# Problema con regulador de alternador de 24v 130 Amper



## Adler (Nov 11, 2013)

Buenas!, Tengo un pequeño problema con un sistema de carga de baterías de carros, bueno el asunto es que necesito fabricar cajas reguladoras para cargar baterías de 24v 130 amper/h.

Hasta ahora hemos estado haciendo pruebas con circuitos que salen por la WEB que constan tanto de reguladores de tensión (LM317K), transistores de paso y diodo avalancha para controlar el exceso de voltaje en el arranque (foto adjunta).

El tema es que el alternador genera hasta 38 Volt aprox. y se necesitan regular al menos a 26 para que no afecte a los sistemas ni a las baterías, el transistor de paso y regulador están puestos para cumplir tanto con la regulación de tensión y con la entrega de corriente de carga (10% del nominal de la batería tengo entendido).     El sistema que se armo funciona bien fuera del carro, pero al momento de colocarlo en el sistema el voltaje se dispara al igual que la corriente (37 volt a la salida del regulador).    La verdad es que en sistemas de alimentación tengo muy poca experiencia, este problema se esta empezando a volver grave y seria un gran alivio si alguien con experiencia en sistemas de esta clase me pudiera dar una ayuda.

De antemano gracias.


----------



## DOSMETROS (Nov 11, 2013)

Si los alternadores ya tienen su propio AVR !

Explicate mas claro por favor !


----------



## opamp (Nov 11, 2013)

No está claro el tema, parece que hablas del alternador de un carro.

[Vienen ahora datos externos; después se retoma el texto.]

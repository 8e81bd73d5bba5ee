"""Laws and segmenters of other packages, installed as a package manager would leave them on the path."""

import sys
from pathlib import Path

import numpy as np
import pytest

import vasohm
from vasohm.errors import PluginError, RequestError
from vasohm.flow.rheology import apparent_viscosity, get_law, law_names
from vasohm.image.segment import get_segmenter, segmenter_names

CODE = """
import numpy as np
from vasohm.flow.rheology import ViscosityLaw
from vasohm.image.segment import Segmenter

def doubled(radius_um, hematocrit, *, plasma_viscosity_mpa_s, parameters):
    return 2.0 * plasma_viscosity_mpa_s + 0.0 * radius_um * hematocrit

def flat(radius_um, hematocrit, *, plasma_viscosity_mpa_s, parameters):
    return np.array([1.0, 2.0])

def negative(radius_um, hematocrit, *, plasma_viscosity_mpa_s, parameters):
    return -radius_um * hematocrit

def brightest(prepared, parameters):
    return prepared.signal > parameters.get("height", 0.5) * prepared.signal.max()

def numbers(prepared, parameters):
    return 1.0 * prepared.signal

whole_law = ViscosityLaw(doubled, (1.0, 2.0), (0.1, 0.2), "Someone, 2020")
whole_segmenter = Segmenter(brightest, "Someone, 2021")
neither = 3
"""
LAWS = {
    "doubled": "doubled",
    "flat": "flat",
    "negative": "negative",
    "whole": "whole_law",
    "number": "neither",
    "absent": "nowhere_to_be_found",
    "twice": "doubled",
    "constant": "doubled",
}
SEGMENTERS = {
    "brightest": "brightest",
    "numbers": "numbers",
    "whole": "whole_segmenter",
    "number": "neither",
    "absent": "nowhere_to_be_found",
    "twice": "brightest",
    "ridge": "brightest",
    "mask": "brightest",
}


def install(folder: Path, package: str, groups: dict[str, dict[str, str]]) -> None:
    """Leave a package's module and its metadata in a folder."""
    module = package.replace("-", "_")
    (folder / f"{module}.py").write_text(CODE, encoding="utf-8")
    info = folder / f"{module}-1.0.dist-info"
    info.mkdir()
    (info / "METADATA").write_text(f"Metadata-Version: 2.1\nName: {package}\nVersion: 1.0\n", encoding="utf-8")
    lines = []
    for group, entries in groups.items():
        lines += [f"[{group}]", *(f"{name} = {module}:{value}" for name, value in entries.items())]
    (info / "entry_points.txt").write_text("\n".join(lines) + "\n", encoding="utf-8")


@pytest.fixture(autouse=True)
def installed(tmp_path: Path, monkeypatch: pytest.MonkeyPatch) -> None:
    """Two packages, the second of which takes a name that the first has."""
    install(tmp_path, "first-lab", {"vasohm.viscosity_laws": LAWS, "vasohm.segmenters": SEGMENTERS})
    second = {"vasohm.viscosity_laws": {"twice": "flat"}, "vasohm.segmenters": {"twice": "numbers"}}
    install(tmp_path, "second-lab", second)
    monkeypatch.syspath_prepend(tmp_path)
    for module in ("first_lab", "second_lab"):
        monkeypatch.delitem(sys.modules, module, raising=False)


def picture() -> np.ndarray:
    """A dark tube on a noisy ground."""
    light = np.random.default_rng(0).normal(180.0, 1.0, (64, 80))
    light[28:36] -= 60.0
    return np.clip(light, 0, 255).astype(np.uint8)


def test_names_are_known_without_an_import_and_stand_once() -> None:
    for names in (law_names(), segmenter_names()):
        assert {"absent", "twice", "whole"} <= set(names)
        assert len(names) == len(set(names))
    assert "first_lab" not in sys.modules


def test_a_law_of_another_package_is_used_by_name() -> None:
    assert apparent_viscosity("doubled", 5.0, 0.45) == 2.4
    bare = get_law("doubled")
    assert (bare.citation, bare.valid_radius_um) == ("no source given", (0.0, np.inf))
    assert get_law("whole").citation == "Someone, 2020"


def test_a_segmenter_of_another_package_is_used_by_name_with_its_parameters() -> None:
    assert get_segmenter("whole").citation == "Someone, 2021"
    assert get_segmenter("brightest").citation == "no source given"
    found = {
        height: vasohm.measure_image(
            picture(), pixel_size_um=2.0, segment={"method": "brightest", "parameters": {"height": height}}
        )
        for height in (0.5, 10.0)
    }
    assert found[0.5].mask[32, 40]
    assert not found[0.5].mask[10, 40]
    assert not found[10.0].mask.any()


@pytest.mark.parametrize(
    ("law", "words"),
    [
        ("flat", r"law 'flat' returned shape \(2,\) where \(\) was asked"),
        ("negative", r"law 'negative' returned a viscosity of -2.25 mPa·s"),
        ("number", r"viscosity law 'number' \(first_lab:neither, from first-lab\) is a int; it must be a function"),
        ("absent", r"viscosity law 'absent' \(first_lab:nowhere_to_be_found, from first-lab\) fails to load: Attrib"),
        (
            "twice",
            r"'twice' \(first_lab:doubled, from first-lab\) and 'twice' \(second_lab:flat, from second-lab\) has",
        ),
        ("constant", r"viscosity law 'constant' \(first_lab:doubled, from first-lab\) has a name that is taken"),
    ],
)
def test_a_faulty_law_of_another_package_is_named(law: str, words: str) -> None:
    with pytest.raises(PluginError, match=words):
        apparent_viscosity(law, 5.0, 0.45, parameters={"viscosity_mpa_s": 3.0})


@pytest.mark.parametrize(
    ("method", "words"),
    [
        ("numbers", r"segmenter 'numbers' must return a bool array of shape \(64, 80\)"),
        ("number", r"segmenter 'number' \(first_lab:neither, from first-lab\) is a int; it must be a function"),
        ("absent", r"segmenter 'absent' \(first_lab:nowhere_to_be_found, from first-lab\) fails to load: Attribute"),
        ("twice", r"'twice' \(first_lab:brightest, from first-lab\) and 'twice' \(second_lab:numbers, from second-"),
        ("ridge", r"segmenter 'ridge' \(first_lab:brightest, from first-lab\) has a name that is taken"),
    ],
)
def test_a_faulty_segmenter_of_another_package_is_named(method: str, words: str) -> None:
    """One that takes the place of our own would measure otherwise without a word."""
    with pytest.raises(PluginError, match=words):
        vasohm.measure_image(picture(), pixel_size_um=2.0, segment={"method": method})


def test_a_name_that_nobody_has_is_refused_with_those_there_are(
    monkeypatch: pytest.MonkeyPatch, tmp_path: Path
) -> None:
    with pytest.raises(PluginError, match=r"no segmenter 'none' is registered; there are ridge, hessian, mask, absent"):
        get_segmenter("none")
    with pytest.raises(RequestError, match=r"'brightes' must be one of .*Did you mean 'brightest'"):
        vasohm.measure_image(picture(), pixel_size_um=2.0, segment={"method": "brightes"})
    monkeypatch.setattr(sys, "path", [entry for entry in sys.path if entry != str(tmp_path)])
    with pytest.raises(PluginError, match="'mask' is the sheet's mask_file and no segmenter"):
        get_segmenter("mask")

Los 38 V son VDC , a la salida del puente trifásico , o es el Vac en los bobinados del alternador. Tema aparten trata de "apantallar "( meter  en una caja metálica tu tarjeta y colocarla a masa ( chassis)), hay mucho ruido por el delco y sus cables.


----------



## solaris8 (Nov 11, 2013)

hay alternadores de 24...
...lo que debe querer hacer es con un alternador de 12, llevarlo a 24.....
cambiando el regulador, haciendo uno....bueno eso pienso

http://www.spidermarine.com/showitem.aspx?&id=100644&name=100%


----------



## Adler (Nov 11, 2013)

DOSMETROS dijo:


> Si los alternadores ya tienen su propio AVR !
> 
> Explicate mas claro por favor !



Perdón, tienes razón, es que escribí muy acelerado ajjajajaj.  Bueno el problema es el siguiente:

Lo que tiene el carro:

1.- La salida del alternador es un tren de pulsos de aproximadamente 40Hz, Amplitud de 34 VDC (muy parecida a la imagen adjunta), dentro del mismo alternador tiene diodos que rectifican la salida de manera que se consigue una señal como la de la imagen adjunta (Dibujo), ciclo de trabajo aprox. de 40%; rectificado de media onda.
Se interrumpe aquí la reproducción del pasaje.